[Dataset entries]
⟨

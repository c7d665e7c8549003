import { visibleText } from '../../../core/problem.ts';
import { type Markup, markup } from '../../charts/markup.ts';
import { heading, wrapped } from '../../layout.ts';
import { named } from '../named.ts';
import { pageShell } from '../pageShell.ts';
import { batchAnswer, batchSentences, failedSentence, sizeSentences } from './batchAnswer.ts';
import { batchAuditor } from './batchAuditor.ts';
import { batchMap } from './batchMap.ts';
import { batchRanking } from './batchRanking.ts';
import type { BatchReportInput } from './batchReportInput.ts';
import { histograms, spreadFigures } from './batchSpread.ts';
import { batchTrouble } from './batchTrouble.ts';

/**
 * The report of a batch as one page that needs nothing beside itself; its size does not grow with the years.
 *
 * @param input years as columns, manifest, words of a language
 * @returns HTML; the same input gives the same bytes
 */
export function batchPage(input: BatchReportInput): string {
  const { words, manifest, version } = input;
  return pageShell({
    language: words.language,
    title: `${words.batch.title} – ${visibleText(manifest.plan)}`,
    skip: words.skip,
    header: header(input),
    parts: [batchAnswer(input), optionsPart(input), batchTrouble(input), batchAuditor(input)],
    footer: words.footer(version),
  });
}

function header(input: BatchReportInput): Markup {
  const { words, manifest, date } = input;
  const { batch: said } = words;
  const links = [
    ['answer', words.client.title],
    ['options', said.options],
    ['trouble', said.trouble],
    ['auditor', words.auditor.title],
  ].map(([id, name]) => markup`<a href="#${id}">${name}</a> `);
  const day = date === undefined ? undefined : markup`<p class="note">${said.date(date)}</p>`;
  return markup`<header><p class="kicker">${said.title}</p><h1>${named(manifest.plan)}</h1><p class="note"><bdi>${sizeSentences(input).join(' ')}</bdi></p>${day}<nav aria-label="${words.contents}">${links}</nav></header>`;
}

/** Options beside one another, spreads, and the two ends of the ranking. */
function optionsPart(input: BatchReportInput): Markup {
  const { options, compared } = input.words.batch;
  const map = batchMap(input);
  const noMap = typeof map === 'string' ? markup`<p>${map}</p>` : undefined;
  const charts = [...(typeof map === 'string' ? [] : [map]), ...histograms(input), ...spreadFigures(input)];
  return markup`<section class="part" aria-labelledby="options"><h2 id="options">${options}</h2><section><h3>${compared}</h3>${noMap}<div class="charts">${charts}</div></section><section>${batchRanking(input)}</section></section>`;
}

/** What the report of a batch says in short, for the terminal: name, size and answer. */
export function batchText(input: BatchReportInput): string {
  const size = sizeSentences(input).join(' ');
  const answer = batchSentences(input).join(' ');
  return `${heading(visibleText(input.manifest.plan))}\n${wrapped(size)}\n\n${wrapped(answer)}\n\n${wrapped(failedSentence(input))}\n`;
}
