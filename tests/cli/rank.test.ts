import { readFileSync, writeFileSync } from 'node:fs';
import { join } from 'node:path';
import { beforeAll, describe, expect, it } from 'vitest';
import { folderWithDemo, run } from './program.ts';

const folder = folderWithDemo();
const inFolder = (...names: string[]) => join(folder, ...names);

writeFileSync(
  inFolder('data/demo/small.yaml'),
  [
    'name: Small',
    'scenario: house.yaml',
    'axes:',
    '  - { given: values, name: loss, path: house.heatLoss.value, values: [120, 200, -5] }',
    '  - { given: values, name: unit, path: heatPump.unit, values: [units/quarkenfels-8.yaml, units/hollerwisch-6.yaml] }',
    '',
  ].join('\n'),
);

interface Row {
  job: number;
  axes: { loss: number; unit: string };
  figures?: Record<string, number>;
  tariffs?: { systemTotal: number }[];
}
let rows: Row[] = [];

beforeAll(async () => {
  await run(folder, 'batch', 'data/demo/small.yaml', '--out', 'small');
  rows = readFileSync(inFolder('small/results.jsonl'), 'utf8')
    .trimEnd()
    .split('\n')
    .map((line) => JSON.parse(line) as Row);
}, 120_000);

const ranked = async (...words: string[]) => {
  const { code, stdout } = await run(folder, 'rank', 'small', ...words, '--json', '-');
  expect(code).toBe(0);
  return JSON.parse(stdout);
};

describe('a ranking of a batch', () => {
  it('has the rows with the least cost first, and the most last, of those that have one', async () => {
    const costs = rows.flatMap(({ job, tariffs }) => (tariffs === undefined ? [] : [[tariffs[0]!.systemTotal, job]]));
    const sorted = costs.toSorted((a, b) => a[0]! - b[0]!);
    const { bestRows, worstRows, rows: count, unranked, spread } = await ranked('--top', '2');
    expect({ count, unranked }).toEqual({ count: 6, unranked: 2 });
    expect(bestRows.map(({ value, job }: Record<string, number>) => [value, job])).toEqual(sorted.slice(0, 2));
    expect(worstRows.map(({ value, job }: Record<string, number>) => [value, job])).toEqual(
      sorted.toReversed().slice(0, 2),
    );
    expect(spread).toMatchObject({ count: 4, least: sorted[0]![0], most: sorted[3]![0] });
  });

  it.each([
    ['carbon', 'carbonHeatPump', 1],
    ['seasonalFactor', 'h4', -1],
    ['backupHours', 'backupHours', 1],
  ])('by %s looks at %s', async (by, figure, sign) => {
    const values = rows.flatMap(({ figures }) => (figures === undefined ? [] : [figures[figure]!]));
    const { bestRows, figure: named } = await ranked('--by', by, '--top', '4');
    expect(named).toBe(figure);
    expect(bestRows.map(({ value }: Record<string, number>) => value)).toEqual(
      values.toSorted((a, b) => sign * (a - b)),
    );
  });

  it('sets the values of one axis side by side where it is asked for', async () => {
    const { axes } = await ranked('--axis', 'loss');
    expect(axes).toHaveLength(1);
    expect(axes[0].values.map(({ value, count }: Record<string, number>) => [value, count])).toEqual([
      [120, 2],
      [200, 2],
    ]);
  });

  it('is printed as tables', async () => {
    const { code, stdout, stderr } = await run(folder, 'rank', 'small', '--by', 'seasonalFactor');
    expect({ code, stderr }).toEqual({ code: 0, stderr: '' });
    expect(stdout).toMatch(/^Seasonal factor H4: 4 years, the most first\n/);
    expect(stdout).toContain('2 years have no such figure and are left out.');
    for (const part of ['Best\n', 'Worst\n', 'By loss\n', 'By unit\n', 'Median']) expect(stdout).toContain(part);
  });

  it('is refused without results, and for an axis that is not there', async () => {
    expect(await run(folder, 'rank', 'data')).toMatchObject({
      code: 2,
      stderr: expect.stringMatching(/^data {2}the folder holds no finished results of a batch\n/),
    });
    expect((await run(folder, 'rank', 'small', '--axis', 'los')).stderr).toContain(
      "--axis is 'los'; perhaps loss is meant",
    );
    expect((await run(folder, 'rank', 'small', '--top', '0')).stderr).toContain("--top is '0'; it is a whole number");
    expect((await run(folder, 'rank', 'small', '--by', 'beauty')).code).toBe(2);
  });
});
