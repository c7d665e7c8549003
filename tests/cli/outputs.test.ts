import {
  chmodSync,
  closeSync,
  existsSync,
  linkSync,
  mkdirSync,
  mkdtempSync,
  openSync,
  readFileSync,
  readSync,
  rmSync,
  statSync,
  symlinkSync,
  writeFileSync,
} from 'node:fs';
import { tmpdir } from 'node:os';
import { join } from 'node:path';
import { afterAll, beforeEach, describe, expect, it } from 'vitest';
import type { Io } from '../../cli/io.ts';
import { lastResort } from '../../cli/lastResort.ts';
import { OutputFault } from '../../cli/outputFile.ts';
import { type Outputs, withOutputs } from '../../cli/outputs.ts';
import { makePipe, namesIn } from './program.ts';

const outer = mkdtempSync(join(tmpdir(), 'winterledger-'));
afterAll(() => rmSync(outer, { recursive: true, force: true }));
let folder = outer;
let said = { stdout: '', stderr: '' };
beforeEach(() => {
  folder = mkdtempSync(join(outer, 'each-'));
  said = { stdout: '', stderr: '' };
});
const at = (name: string) => join(folder, name);
const sink = (name: 'stdout' | 'stderr') => ({
  write: async (text: string) => {
    said[name] += text;
  },
});
const io: Io = { stdout: sink('stdout'), stderr: sink('stderr'), colour: false, version: '1' };

/** Writes one text to every output that is named. */
const writeTo = async (names: string[], text = 'result') =>
  withOutputs(names, io, async (outputs: Outputs) => {
    for (const name of names) await outputs.write(name, [text, '\n']);
    await outputs.finish();
    return 0;
  });

describe('an output', () => {
  it('has its name only when it is whole', async () => {
    let during: string[] = [];
    const code = await withOutputs([at('result.json')], io, async (outputs) => {
      await outputs.write(at('result.json'), ['part']);
      during = namesIn(folder);
      await outputs.finish();
      return 0;
    });
    expect(code).toBe(0);
    expect(during).not.toContain('result.json');
    expect(during.length).toBe(1);
    expect(namesIn(folder)).toEqual(['result.json']);
    expect(readFileSync(at('result.json'), 'utf8')).toBe('part');
  });

  it('takes the place of a file and keeps its rights, also through a link', async () => {
    writeFileSync(at('real.json'), 'old');
    chmodSync(at('real.json'), 0o640);
    symlinkSync(at('real.json'), at('link.json'));
    expect(await writeTo([at('link.json')])).toBe(0);
    expect(readFileSync(at('real.json'), 'utf8')).toBe('result\n');
    expect(statSync(at('real.json')).mode & 0o777).toBe(0o640);
    expect(namesIn(folder)).toEqual(['link.json', 'real.json']);
  });

  it('leaves what was there when the work ends without it', async () => {
    writeFileSync(at('result.json'), 'old');
    const code = await withOutputs([at('result.json')], io, async (outputs) => {
      await outputs.write(at('result.json'), ['new']);
      return 2;
    });
    expect(code).toBe(2);
    expect(readFileSync(at('result.json'), 'utf8')).toBe('old');
    expect(namesIn(folder)).toEqual(['result.json']);
  });

  it('is removed when the work throws', async () => {
    const work = withOutputs([at('result.json')], io, async () => {
      throw new Error('stop');
    });
    await expect(work).rejects.toThrow('stop');
    expect(namesIn(folder)).toEqual([]);
  });

  it('may be the standard output', async () => {
    expect(await writeTo(['-'])).toBe(0);
    expect(said.stdout).toBe('result\n');
    expect(namesIn(folder)).toEqual([]);
  });

  it('may be a pipe, which stays one', async () => {
    // A pipe of our own and no device: were the guard to break, a device of the machine would be replaced by a file.
    makePipe(at('pipe'));
    const reader = openSync(at('pipe'), 'r+');
    expect(await writeTo([at('pipe')])).toBe(0);
    expect(statSync(at('pipe')).isFIFO()).toBe(true);
    const bytes = Buffer.alloc(20);
    expect(bytes.toString('utf8', 0, readSync(reader, bytes))).toBe('result\n');
    closeSync(reader);
    expect(namesIn(folder)).toEqual(['pipe']);
  });
});

describe('an output that cannot be written', () => {
  const nowhere = async () => {
    throw new Error('the work began');
  };

  it.each([
    ['its folder does not exist', () => 'none/result.json', 'the file cannot be written: its folder does not exist'],
    ['a part of its path is a file', () => 'file/result.json', 'a part of its path is a file, not a folder'],
    ['it is a folder', () => 'inner', 'a result cannot be written here: this is a folder'],
    ['its name ends as that of a folder', () => 'none/', 'a result cannot be written here: this is a folder'],
    ['its name is too long', () => 'n'.repeat(300), 'the file cannot be written: its name is too long'],
  ])('is told before the work begins, with exit code 3: %s', async (_, name, message) => {
    writeFileSync(at('file'), '');
    mkdirSync(at('inner'));
    expect(await withOutputs([at('good.json'), `${folder}/${name()}`], io, nowhere)).toBe(3);
    expect(said.stderr).toContain(message);
    expect(namesIn(folder)).toEqual(['file', 'inner']);
  });

  it('is told when the disk is full, with exit code 3', async () => {
    const full = Object.assign(new Error('no space'), { code: 'ENOSPC' });
    expect(await lastResort(new OutputFault('result.json', full), io)).toBe(3);
    expect(said.stderr).toMatch(
      /^result\.json {2}the file cannot be written: the disk is full\n {4}→ make room on the disk.+\n$/,
    );
  });
});

describe('outputs that mean one file', () => {
  it.each(['same.json', './same.json', 'link.json', 'hard.json'])('are refused with exit code 2: %s', async (other) => {
    writeFileSync(at('same.json'), 'old');
    symlinkSync('same.json', at('link.json'));
    linkSync(at('same.json'), at('hard.json'));
    const code = await withOutputs([at('same.json'), `${folder}/${other}`], io, async () => 0);
    expect(code).toBe(2);
    expect(said.stderr).toContain('two results would be written to this same file');
    expect(readFileSync(at('same.json'), 'utf8')).toBe('old');
  });

  it('are refused when they are the standard output twice', async () => {
    expect(await withOutputs(['-', '-'], io, async () => 0)).toBe(2);
    expect(said.stdout).toBe('');
  });

  it('are refused when neither file exists yet', async () => {
    expect(await withOutputs([at('new.json'), `${folder}/./new.json`], io, async () => 0)).toBe(2);
    expect(existsSync(at('new.json'))).toBe(false);
  });
});

describe('a fault of the program', () => {
  it('is one line without a stack, with exit code 1', async () => {
    const code = await lastResort(new RangeError('heat is not a finite number\n    at somewhere'), io);
    expect(code).toBe(1);
    expect(said.stderr).toBe(
      'winterledger  this is a fault of the program, not of your files: heat is not a finite number\n',
    );
  });

  it('is told too when what was thrown is no error', async () => {
    expect(await lastResort('odd', io)).toBe(1);
    expect(said.stderr).toContain('not of your files: odd\n');
  });
});
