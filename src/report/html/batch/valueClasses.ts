import { scaleLinear } from 'd3-scale';

/** How many values lie in a class, from its lower edge up to the next class. */
export interface ValueClass {
  readonly from: number;
  readonly to: number;
  readonly count: number;
}

/** Classes that are wished for; the edges are round numbers, so there may be half as many or twice. */
const WISHED = 14;
/** A value on an edge may lie a rounding below it. */
const ROUNDING = 1e-9;

/**
 * Values counted in classes with round edges.
 *
 * @param values any numbers; those that are NaN are left out
 * @returns every class from the least value to the greatest; one alone where all values are the same, none without values
 * @example valueClasses(Float64Array.of(1, 1, 1))[0].count // 3
 */
export function valueClasses(values: Float64Array): ValueClass[] {
  const known = values.filter((value) => !Number.isNaN(value));
  if (known.length === 0) return [];
  const least = known.reduce((low, value) => Math.min(low, value));
  const most = known.reduce((high, value) => Math.max(high, value));
  const ticks = scaleLinear().domain([least, most]).ticks(WISHED);
  const step = ticks.length > 1 ? ticks[1] - ticks[0] : 0;
  if (step <= 0) return [{ from: least, to: most, count: known.length }];
  const classOf = (value: number) => Math.floor(value / step + ROUNDING);
  const first = classOf(least);
  const counts = new Float64Array(classOf(most) - first + 1);
  for (const value of known) counts[classOf(value) - first]++;
  const edge = (k: number) => Number(((first + k) * step).toPrecision(12));
  return Array.from(counts, (count, k) => ({ from: edge(k), to: edge(k + 1), count }));
}

/**
 * Decimals that tell the edges of classes apart.
 *
 * @example edgeDecimals([{ from: 2.5, to: 2.75, count: 1 }]) // 2
 */
export function edgeDecimals(classes: readonly ValueClass[]): number {
  for (let decimals = 0; decimals < 6; decimals++) {
    const isExact = ({ from, to }: ValueClass) =>
      Math.abs(Number((to - from).toFixed(decimals)) - (to - from)) <= ROUNDING * (to - from);
    if (classes.every(isExact)) return decimals;
  }
  return 6;
}
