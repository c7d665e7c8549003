import { criteria, type RankedRow } from '../../../batch/ranking.ts';
import { type Markup, markup } from '../../charts/markup.ts';
import { dataTable, type TableColumn } from '../dataTable.ts';
import { variedAxes } from './axisValues.ts';
import type { BatchReportInput } from './batchReportInput.ts';
import { cellName, quantityOf } from './writtenFigures.ts';

/** The best and the worst years with their labels. */
export function batchRanking(input: BatchReportInput): Markup {
  const { years, words, figures, by } = input;
  const { ranking: said, criteria: names } = words.batch;
  const title = markup`<h3>${said.title(names[by])}</h3>`;
  if (years.best.length === 0) return markup`${title}<p>${said.none}</p>`;
  const count = figures.number(years.best.length, 0);
  return markup`${title}${tableOf(input, years.best, said.best(count))}${tableOf(input, years.worst, said.worst(count))}`;
}

function tableOf(input: BatchReportInput, rows: readonly RankedRow[], caption: string): Markup {
  const { manifest, words, figures, by } = input;
  const { ranking: said } = words.batch;
  const axes = variedAxes(manifest).sort((a, b) => a - b);
  const columns: TableColumn[] = [
    { heading: said.home, figures: false },
    ...axes.map((axis) => ({ heading: cellName(manifest.axes[axis].name), figures: false })),
    { heading: said.job, figures: true },
    { heading: quantityOf(input), figures: true },
  ];
  return dataTable({
    caption,
    columns,
    rows: rows.map(({ home, axes: labels, job, value }) => [
      cellName(home),
      ...axes.map((axis) => cellName(String(labels[axis]))),
      figures.number(job, 0),
      figures.number(value, criteria[by].decimals),
    ]),
  });
}
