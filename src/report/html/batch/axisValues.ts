import { shown } from '../../../core/problem.ts';
import type { BatchManifest } from '../../batchManifest.ts';

type Axis = BatchManifest['axes'][number];

/** Which value of an axis a job takes, counted from 0. */
export type ValueOfJob = (job: number) => number;

/**
 * How the value of an axis follows from the number of a job: the last axis changes first, the homes last.
 *
 * @param axis place of the axis in the manifest
 * @example valueOfJob({ axes: [{ name: 'a', values: [1, 2] }, { name: 'b', values: [5, 6, 7] }] }, 0)(4) // 1
 */
export function valueOfJob({ axes }: Pick<BatchManifest, 'axes'>, axis: number): ValueOfJob {
  const repeat = axes.slice(axis + 1).reduce((product, { values }) => product * values.length, 1);
  const count = axes[axis].values.length;
  return (job) => Math.floor((job - 1) / repeat) % count;
}

/** The homes of a batch that have years. */
export interface HomesOfYears {
  readonly count: number;
  /** Which home each year is of, counted from 0 in the order of the plan. */
  readonly of: Int32Array;
}

/**
 * Which home each year is of.
 *
 * @param jobs numbers of the jobs, each greater than the one before it
 * @param options years of a home
 * @example homesOfYears(Float64Array.of(1, 2, 5), 2).count // 2
 */
export function homesOfYears(jobs: Float64Array, options: number): HomesOfYears {
  const of = new Int32Array(jobs.length);
  let [count, last] = [0, -1];
  for (let place = 0; place < jobs.length; place++) {
    const home = Math.floor((jobs[place] - 1) / options);
    if (home !== last) count++;
    last = home;
    of[place] = count - 1;
  }
  return { count, of };
}

/** Places of the axes that have more than one value, the one with the most first; of equals the earlier one. */
export function variedAxes({ axes }: Pick<BatchManifest, 'axes'>): number[] {
  return axes
    .map((_, axis) => axis)
    .filter((axis) => axes[axis].values.length > 1)
    .sort((a, b) => axes[b].values.length - axes[a].values.length);
}

const FILE_NAME = /^(?:.*\/)?([^/]+)\.(?:yaml|yml|csv)$/i;

/**
 * Values of an axis as they are written: names of files without their folder and ending, where that still tells them apart.
 *
 * @example valueNames({ name: 'unit', values: ['units/a-8.yaml', 'units/b-6.yaml'] }) // ['a-8', 'b-6']
 */
export function valueNames({ values }: Axis): string[] {
  const whole = values.map(String);
  const short = whole.map((value) => FILE_NAME.exec(value)?.[1] ?? value);
  return new Set(short).size === whole.length ? short : whole;
}

/** Letters of the first and the last name of a group. */
const LONGEST_END = 18;

/** Neighbouring values of an axis that are drawn as one. */
export interface ValueGroups {
  readonly names: readonly string[];
  /** How many values stand together; the last group may hold fewer. */
  readonly size: number;
}

/**
 * Values of an axis in so few groups of neighbours that they can be drawn.
 *
 * @param names of the values, in their order
 * @param most groups, at least 1
 * @returns a group is called by its first and its last value
 * @example valueGroups(['1', '2', '3', '4', '5'], 3).names // ['1 … 2', '3 … 4', '5']
 */
export function valueGroups(names: readonly string[], most: number): ValueGroups {
  const size = Math.max(1, Math.ceil(names.length / most));
  const groups = Array.from({ length: Math.ceil(names.length / size) }, (_, g) => {
    const [first, last] = [names[g * size], names[Math.min((g + 1) * size, names.length) - 1]];
    return first === last ? first : `${shown(first, LONGEST_END)} … ${shown(last, LONGEST_END)}`;
  });
  return { names: groups, size };
}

⟩

* **Problem to solve**: Copy out each line carrying the string "unit" from the data.

* **Answer box**:
    '  - { given: values, name: unit, path: heatPump.unit, values: [units/quarkenfels-8.yaml, units/hollerwisch-6.yaml] }',
  axes: { loss: number; unit: string };
    for (const part of ['Best\n', 'Worst\n', 'By loss\n', 'By unit\n', 'Median']) expect(stdout).toContain(part);
 * @example valueNames({ name: 'unit', values: ['units/a-8.yaml', 'units/b-6.yaml'] }) // ['a-8', 'b-6']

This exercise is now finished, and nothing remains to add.